Agents need memory to be useful over time. Without it, every conversation starts from zero. The agent forgets who the user is, what it learned, and what it was doing. Memory is what turns a stateless LLM call into a persistent, context-aware agent.

The Session API provides the memory layer for agents built on the Cloudflare Agents SDK. It manages two kinds of memory: conversation history (the messages and tool calls that make up a session) and context memory (persistent blocks injected into the system prompt that the agent can read, write, search, and load).

Conversation history

The most fundamental type of memory is the conversation itself: the messages between the user and the agent, the tool calls the agent made, and the results it received. The Session stores all of this in a tree-structured message history backed by a Session Provider, defaulting to SQLite.

JavaScript
import { Session } from "agents/experimental/memory/session";


// Append messages as the conversation progresses
await session.appendMessage({
  id: `user-${crypto.randomUUID()}`,
  role: "user",
  parts: [{ type: "text", text: "What's the status of the deployment?" }],
});


// Read the full conversation history
const history = session.getHistory();

Conversation history persists across Durable Object hibernation and eviction. When the agent wakes up, the full history is available in SQLite. It does not need to be replayed or reconstructed.

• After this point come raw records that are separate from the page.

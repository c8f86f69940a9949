import { AuditError } from "../audit-error";
import { counted, failed, ok } from "./line";
import type { Checked } from "./line";
import { unpackFiles } from "../zip/read";
import type { ZipLimits } from "../zip/limits";

export type Files = ReadonlyMap<string, Uint8Array>;

/** The ZIP itself: paths, names, sizes, links, bytes that belong to no file. */
export function checkContainer(archive: Uint8Array, limits: ZipLimits): Checked<Files> {
  try {
    const files = unpackFiles(archive, limits);
    const bytes = [...files.values()].reduce((sum, file) => sum + file.length, 0);
    return {
      line: ok("container", `${counted(files.size, "file")}, ${bytes} bytes unpacked`),
      value: files,
    };
  } catch (error) {
    if (!(error instanceof AuditError)) throw error;
    return { line: failed("container", error.message), value: null };
  }
}
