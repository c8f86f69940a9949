import type { LedgerRecord } from "@weighhouse/campaign/changes";
import type { Standings } from "@weighhouse/campaign/standings";
import { readText } from "./archive-text";
import type { Files } from "./container";
import { readCells } from "./csv-cells";
import { counted, failed, judged } from "./line";
import type { Checked } from "./line";
import { TOLERANCE } from "./standings";
import type { Score } from "./standings";
import { tablePath } from "../layout";
import { timelineOf, timelineSizes } from "../timeline";
import type { TimelineRow } from "../timeline";

const PATH = tablePath("timeline");

/** 200 points of 1,000 hypotheses are 20 MB. */
const MOST_CHARACTERS = 32_000_000;

/** Two evaluations of one evidence may lie so many standard errors apart. */
const SIGMAS = 5;

/**
 * Each row of the timeline is what the engine computes from the entries up to it. Gives the archive's
 * rows: the figure is drawn of them.
 */
export function checkTimeline(
  files: Files,
  {
    records,
    heads,
    standings,
  }: { records: readonly LedgerRecord[]; heads: readonly number[]; standings: Standings },
  score: Score,
): Checked<TimelineRow[]> {
  const check = "timeline";
  const found = readTimeline(files);
  if (typeof found === "string") return { line: failed(check, found), value: null };
  const sizes = timelineSizes(records, heads, standings);
  const computed = timelineOf(records, sizes, { standings, score });
  const faults: string[] = [];
  if (found.length !== computed.length) {
    faults.push(`${PATH}: found ${found.length} rows, computed ${computed.length}`);
  }
  for (const [index, row] of computed.entries()) {
    const said = found[index];
    if (said === undefined) break;
    faults.push(...differences(said, row).map((fault) => `${PATH}, row ${index + 1}, ${fault}`));
  }
  const detail = `${counted(computed.length, "evidence")} at ${counted(sizes.length, "size")} of the ledger computed anew`;
  return { line: judged(check, faults, detail), value: found };
}

function differences(found: TimelineRow, computed: TimelineRow): string[] {
  const error = Math.SQRT2 * computed.lnEvidenceError;
  const allowed = { lnEvidence: SIGMAS * error, lnEvidenceError: 0.5 * computed.lnEvidenceError };
  return (Object.keys(computed) as (keyof TimelineRow)[]).flatMap((name) => {
    const [a, b] = [found[name], computed[name]];
    const same =
      typeof a === "number" && typeof b === "number" && name !== "size"
        ? Math.abs(a - b) <=
          Math.max(allowed[name as keyof typeof allowed], TOLERANCE * Math.max(1, Math.abs(b)))
        : a === b;
    return same ? [] : [`${name}: found ${JSON.stringify(a)}, computed ${JSON.stringify(b)}`];
  });
}

/** The rows as they stand in the archive; each number must be one. */
function readTimeline(files: Files): TimelineRow[] | string {
  const read = readText(files, PATH);
  if (!read.ok) return read.fault;
  if (read.text.length > MOST_CHARACTERS) {
    return `${PATH}: found ${read.text.length} characters; allowed are ${MOST_CHARACTERS}`;
  }
  const records = readCells(read.text);
  if (typeof records === "string") return `${PATH}, ${records}`;
  const rows: TimelineRow[] = [];
  for (const { line, cells } of records.slice(1)) {
    const [size, at, hypothesis, lnEvidence, lnEvidenceError] = cells;
    const numbers = [size, lnEvidence === "" ? "0" : lnEvidence, lnEvidenceError].map((text) =>
      text === undefined || text === "" ? Number.NaN : Number(text),
    );
    if (cells.length !== 5 || !numbers.every(Number.isFinite)) {
      return `${PATH}, line ${line}: found ${JSON.stringify(cells.join(","))}; allowed are a size, a time, a key and two numbers`;
    }
    rows.push({
      size: numbers[0] as number,
      at: at as string,
      hypothesis: hypothesis as string,
      lnEvidence: lnEvidence === "" ? null : (numbers[1] as number),
      lnEvidenceError: numbers[2] as number,
    });
  }
  return rows;
}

Messages are stored in a tree structure via parent_id, which enables branching conversations. When you appendMessage with a parentId that already has children, you create a branch, useful for features like response regeneration. getHistory(leafId) walks any chosen path through the tree.

The Session also provides full-text search across the conversation history:

JavaScript
const results = session.search("deployment Friday", { limit: 10 });

As conversations grow long, compaction summarizes older messages to keep the context window manageable without losing the underlying data.

Context memory

Context memory is persistent information injected into the system prompt, separate from the conversation history. It gives the agent access to identity, instructions, learned facts, knowledge bases, and reference material across every turn.

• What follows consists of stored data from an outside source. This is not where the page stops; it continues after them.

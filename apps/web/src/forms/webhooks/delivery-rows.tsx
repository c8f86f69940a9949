import type { ListedWebhook } from "@weighhouse/desk/list-webhooks";
import { Table } from "@/look/table";
import { Time } from "@/look/time";

type Delivery = ListedWebhook["deliveries"][number];

/** What was sent to a webhook, the newest first. */
export function DeliveryRows(props: { deliveries: readonly Delivery[]; url: string }) {
  return (
    <Table
      caption={`Deliveries to ${props.url}, the newest first`}
      stackBelow="middle"
      head={
        <tr>
          <th scope="col">Delivery</th>
          <th scope="col">Queued</th>
          <th scope="col" className="number">
            Tries
          </th>
          <th scope="col">How it went</th>
        </tr>
      }
    >
      {props.deliveries.map((delivery) => (
        <tr key={delivery.id}>
          <th scope="row">
            <span title={delivery.id}>{delivery.what === "test" ? "test" : "standings"}</span>
          </th>
          <td data-label="Queued">
            <Time at={delivery.queuedAt} />
          </td>
          <td data-label="Tries" className="number">
            {delivery.tries}
          </td>
          <td data-label="How it went">
            <Outcome delivery={delivery} />
          </td>
        </tr>
      ))}
    </Table>
  );
}

function Outcome({ delivery }: { delivery: Delivery }) {
  const { deliveredAt, givenUpAt, lastStatus, lastError, lastTryAt } = delivery;
  if (deliveredAt !== null) {
    return (
      <span>
        arrived <Time at={deliveredAt} />, answered {lastStatus}
      </span>
    );
  }
  if (givenUpAt !== null) {
    return <span className="text-rust [overflow-wrap:anywhere]">did not arrive: {lastError}</span>;
  }
  if (lastTryAt === null) return <span className="text-quiet">on its way</span>;
  return (
    <span className="[overflow-wrap:anywhere]">
      not yet, will be tried again: {lastError}{" "}
      <span className="text-quiet">
        (<Time at={lastTryAt} />)
      </span>
    </span>
  );
}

The Session API supports four types of context memory, each suited to different kinds of information. The type is determined by the provider backing the context block. The Session detects the provider's capabilities automatically.

Read-only context

This is your traditional system prompt: the agent's identity, personality, and instructions. You might write it directly in your codebase, load it from a SOUL.md file in R2, or fetch it from an API. The content is injected into the system prompt and the agent cannot modify it.

A coding assistant might have a soul that defines its personality and constraints:

JavaScript
import { Session } from "agents/experimental/memory/session";


const session = Session.create(this).withContext("soul", {
  provider: {
    get: async () =>
      "You are a senior TypeScript engineer. You write concise, " +
      "well-tested code. You prefer composition over inheritance. " +
      "When you are unsure, you say so rather than guessing.",
  },
});

Or load it from R2 so you can update the agent's personality without redeploying:

JavaScript
const session = Session.create(this).withContext("soul", {
  provider: {
    get: async () => {
      const obj = await env.CONFIG_BUCKET.get("soul.md");
      return obj ? obj.text() : "You are a helpful assistant.";
    },
  },
});

Read-only blocks are defined by providing an object with only a get() method. No tools are generated. The content appears in the system prompt and the agent has no way to change it.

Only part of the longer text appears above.